### [TASK DIRECTIONS]
Each entry below should be printed exactly as given.

# # # #

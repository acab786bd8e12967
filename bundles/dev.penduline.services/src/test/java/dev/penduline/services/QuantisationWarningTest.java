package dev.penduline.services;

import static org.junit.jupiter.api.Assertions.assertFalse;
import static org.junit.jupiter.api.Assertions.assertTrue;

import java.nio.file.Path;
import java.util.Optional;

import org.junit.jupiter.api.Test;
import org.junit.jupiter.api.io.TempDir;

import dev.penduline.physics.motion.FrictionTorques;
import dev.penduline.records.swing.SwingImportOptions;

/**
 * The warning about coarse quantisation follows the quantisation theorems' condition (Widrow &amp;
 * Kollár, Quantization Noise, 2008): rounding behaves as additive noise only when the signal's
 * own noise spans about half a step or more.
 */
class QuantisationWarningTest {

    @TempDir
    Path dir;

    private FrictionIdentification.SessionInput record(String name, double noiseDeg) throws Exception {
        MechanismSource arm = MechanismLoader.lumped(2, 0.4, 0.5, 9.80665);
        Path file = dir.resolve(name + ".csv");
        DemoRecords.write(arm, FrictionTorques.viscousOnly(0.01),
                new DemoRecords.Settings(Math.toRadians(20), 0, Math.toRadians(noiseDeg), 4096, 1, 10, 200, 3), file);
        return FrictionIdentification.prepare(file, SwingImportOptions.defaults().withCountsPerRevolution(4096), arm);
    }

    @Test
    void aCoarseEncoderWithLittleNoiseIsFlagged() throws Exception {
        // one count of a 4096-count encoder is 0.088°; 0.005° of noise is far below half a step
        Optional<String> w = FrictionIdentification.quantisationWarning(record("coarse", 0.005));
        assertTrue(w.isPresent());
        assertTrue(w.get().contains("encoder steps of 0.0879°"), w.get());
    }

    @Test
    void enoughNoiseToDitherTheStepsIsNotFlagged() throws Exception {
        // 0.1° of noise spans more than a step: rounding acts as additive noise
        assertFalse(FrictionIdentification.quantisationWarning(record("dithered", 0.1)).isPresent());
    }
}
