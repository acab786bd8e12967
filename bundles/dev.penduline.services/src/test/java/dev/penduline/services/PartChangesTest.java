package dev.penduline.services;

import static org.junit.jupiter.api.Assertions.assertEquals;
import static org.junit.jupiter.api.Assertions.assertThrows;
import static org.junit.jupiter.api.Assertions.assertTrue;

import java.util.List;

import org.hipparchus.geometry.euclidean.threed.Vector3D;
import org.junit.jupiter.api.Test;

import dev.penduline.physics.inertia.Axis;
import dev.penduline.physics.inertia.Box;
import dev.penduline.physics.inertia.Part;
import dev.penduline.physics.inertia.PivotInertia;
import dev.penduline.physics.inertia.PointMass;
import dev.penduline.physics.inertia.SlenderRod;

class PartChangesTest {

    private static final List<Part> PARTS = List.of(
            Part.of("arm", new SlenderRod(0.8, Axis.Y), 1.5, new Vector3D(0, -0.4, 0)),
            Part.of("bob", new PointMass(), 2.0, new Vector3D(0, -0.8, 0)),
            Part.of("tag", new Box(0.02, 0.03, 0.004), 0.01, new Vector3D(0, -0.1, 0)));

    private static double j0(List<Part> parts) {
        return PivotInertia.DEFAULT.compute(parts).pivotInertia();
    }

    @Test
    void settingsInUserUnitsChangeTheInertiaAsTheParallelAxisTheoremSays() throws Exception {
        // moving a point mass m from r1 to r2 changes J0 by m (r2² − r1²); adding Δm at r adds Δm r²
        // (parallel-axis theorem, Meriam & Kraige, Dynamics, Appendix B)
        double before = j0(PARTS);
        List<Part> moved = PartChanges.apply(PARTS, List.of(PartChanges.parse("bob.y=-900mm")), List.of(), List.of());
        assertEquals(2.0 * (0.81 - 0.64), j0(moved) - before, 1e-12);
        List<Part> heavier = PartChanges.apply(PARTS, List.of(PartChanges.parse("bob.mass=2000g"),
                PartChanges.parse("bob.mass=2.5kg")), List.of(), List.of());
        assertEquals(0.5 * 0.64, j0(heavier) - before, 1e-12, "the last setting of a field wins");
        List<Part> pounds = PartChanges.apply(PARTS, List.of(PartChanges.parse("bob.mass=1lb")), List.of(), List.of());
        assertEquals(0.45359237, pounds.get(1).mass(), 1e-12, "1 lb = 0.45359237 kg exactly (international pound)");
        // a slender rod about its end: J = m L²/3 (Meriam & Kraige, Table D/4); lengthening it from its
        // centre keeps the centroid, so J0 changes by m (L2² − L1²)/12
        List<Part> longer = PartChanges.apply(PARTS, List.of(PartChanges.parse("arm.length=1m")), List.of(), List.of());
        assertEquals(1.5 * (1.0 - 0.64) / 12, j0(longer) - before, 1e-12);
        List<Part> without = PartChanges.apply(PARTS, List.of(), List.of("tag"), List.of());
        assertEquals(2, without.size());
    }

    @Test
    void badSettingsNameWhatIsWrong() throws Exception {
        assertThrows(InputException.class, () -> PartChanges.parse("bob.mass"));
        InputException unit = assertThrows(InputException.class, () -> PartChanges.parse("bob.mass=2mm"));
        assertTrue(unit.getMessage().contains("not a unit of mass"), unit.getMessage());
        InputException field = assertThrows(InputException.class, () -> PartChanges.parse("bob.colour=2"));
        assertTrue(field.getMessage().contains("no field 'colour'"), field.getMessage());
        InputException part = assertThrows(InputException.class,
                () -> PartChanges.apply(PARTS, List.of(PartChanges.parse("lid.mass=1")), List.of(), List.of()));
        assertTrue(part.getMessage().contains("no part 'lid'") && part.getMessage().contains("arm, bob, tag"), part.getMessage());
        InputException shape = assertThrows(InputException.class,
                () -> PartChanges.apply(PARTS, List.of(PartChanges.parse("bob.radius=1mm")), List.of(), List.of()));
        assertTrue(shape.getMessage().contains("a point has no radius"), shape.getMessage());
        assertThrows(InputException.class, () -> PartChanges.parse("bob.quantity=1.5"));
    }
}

# # # #

### [ANSWER]
repository acab786bd8e12967
filename bundles/dev.penduline.services/src/test/java/dev/penduline/services/QuantisationWarningTest.java
package dev.penduline.services;

import static org.junit.jupiter.api.Assertions.assertFalse;
import static org.junit.jupiter.api.Assertions.assertTrue;

import java.nio.file.Path;
import java.util.Optional;

import org.junit.jupiter.api.Test;
import org.junit.jupiter.api.io.TempDir;

import dev.penduline.physics.motion.FrictionTorques;
import dev.penduline.records.swing.SwingImportOptions;

/**
 * The warning about coarse quantisation follows the quantisation theorems' condition (Widrow &amp;
 * Kollár, Quantization Noise, 2008): rounding behaves as additive noise only when the signal's
 * own noise spans about half a step or more.
 */
class QuantisationWarningTest {

    @TempDir
    Path dir;

    private FrictionIdentification.SessionInput record(String name, double noiseDeg) throws Exception {
        MechanismSource arm = MechanismLoader.lumped(2, 0.4, 0.5, 9.80665);
        Path file = dir.resolve(name + ".csv");
        DemoRecords.write(arm, FrictionTorques.viscousOnly(0.01),
                new DemoRecords.Settings(Math.toRadians(20), 0, Math.toRadians(noiseDeg), 4096, 1, 10, 200, 3), file);
        return FrictionIdentification.prepare(file, SwingImportOptions.defaults().withCountsPerRevolution(4096), arm);
    }

    @Test
    void aCoarseEncoderWithLittleNoiseIsFlagged() throws Exception {
        // one count of a 4096-count encoder is 0.088°; 0.005° of noise is far below half a step
        Optional<String> w = FrictionIdentification.quantisationWarning(record("coarse", 0.005));
        assertTrue(w.isPresent());
        assertTrue(w.get().contains("encoder steps of 0.0879°"), w.get());
    }

    @Test
    void enoughNoiseToDitherTheStepsIsNotFlagged() throws Exception {
        // 0.1° of noise spans more than a step: rounding acts as additive noise
        assertFalse(FrictionIdentification.quantisationWarning(record("dithered", 0.1)).isPresent());
    }
}
repository acab786bd8e12967
filename bundles/dev.penduline.services/src/test/java/dev/penduline/services/PartChangesTest.java
package dev.penduline.services;

import static org.junit.jupiter.api.Assertions.assertEquals;
import static org.junit.jupiter.api.Assertions.assertThrows;
import static org.junit.jupiter.api.Assertions.assertTrue;

import java.util.List;

import org.hipparchus.geometry.euclidean.threed.Vector3D;
import org.junit.jupiter.api.Test;

import dev.penduline.physics.inertia.Axis;
import dev.penduline.physics.inertia.Box;
import dev.penduline.physics.inertia.Part;
import dev.penduline.physics.inertia.PivotInertia;
import dev.penduline.physics.inertia.PointMass;
import dev.penduline.physics.inertia.SlenderRod;

class PartChangesTest {

    private static final List<Part> PARTS = List.of(
            Part.of("arm", new SlenderRod(0.8, Axis.Y), 1.5, new Vector3D(0, -0.4, 0)),
            Part.of("bob", new PointMass(), 2.0, new Vector3D(0, -0.8, 0)),
            Part.of("tag", new Box(0.02, 0.03, 0.004), 0.01, new Vector3D(0, -0.1, 0)));

    private static double j0(List<Part> parts) {
        return PivotInertia.DEFAULT.compute(parts).pivotInertia();
    }

    @Test
    void settingsInUserUnitsChangeTheInertiaAsTheParallelAxisTheoremSays() throws Exception {
        // moving a point mass m from r1 to r2 changes J0 by m (r2² − r1²); adding Δm at r adds Δm r²
        // (parallel-axis theorem, Meriam & Kraige, Dynamics, Appendix B)
        double before = j0(PARTS);
        List<Part> moved = PartChanges.apply(PARTS, List.of(PartChanges.parse("bob.y=-900mm")), List.of(), List.of());
        assertEquals(2.0 * (0.81 - 0.64), j0(moved) - before, 1e-12);
        List<Part> heavier = PartChanges.apply(PARTS, List.of(PartChanges.parse("bob.mass=2000g"),
                PartChanges.parse("bob.mass=2.5kg")), List.of(), List.of());
        assertEquals(0.5 * 0.64, j0(heavier) - before, 1e-12, "the last setting of a field wins");
        List<Part> pounds = PartChanges.apply(PARTS, List.of(PartChanges.parse("bob.mass=1lb")), List.of(), List.of());
        assertEquals(0.45359237, pounds.get(1).mass(), 1e-12, "1 lb = 0.45359237 kg exactly (international pound)");
        // a slender rod about its end: J = m L²/3 (Meriam & Kraige, Table D/4); lengthening it from its
        // centre keeps the centroid, so J0 changes by m (L2² − L1²)/12
        List<Part> longer = PartChanges.apply(PARTS, List.of(PartChanges.parse("arm.length=1m")), List.of(), List.of());
        assertEquals(1.5 * (1.0 - 0.64) / 12, j0(longer) - before, 1e-12);
        List<Part> without = PartChanges.apply(PARTS, List.of(), List.of("tag"), List.of());
        assertEquals(2, without.size());
    }

    @Test
    void badSettingsNameWhatIsWrong() throws Exception {
        assertThrows(InputException.class, () -> PartChanges.parse("bob.mass"));
        InputException unit = assertThrows(InputException.class, () -> PartChanges.parse("bob.mass=2mm"));
        assertTrue(unit.getMessage().contains("not a unit of mass"), unit.getMessage());
        InputException field = assertThrows(InputException.class, () -> PartChanges.parse("bob.colour=2"));
        assertTrue(field.getMessage().contains("no field 'colour'"), field.getMessage());
        InputException part = assertThrows(InputException.class,
                () -> PartChanges.apply(PARTS, List.of(PartChanges.parse("lid.mass=1")), List.of(), List.of()));
        assertTrue(part.getMessage().contains("no part 'lid'") && part.getMessage().contains("arm, bob, tag"), part.getMessage());
        InputException shape = assertThrows(InputException.class,
                () -> PartChanges.apply(PARTS, List.of(PartChanges.parse("bob.radius=1mm")), List.of(), List.of()));
        assertTrue(shape.getMessage().contains("a point has no radius"), shape.getMessage());
        assertThrows(InputException.class, () -> PartChanges.parse("bob.quantity=1.5"));
    }
}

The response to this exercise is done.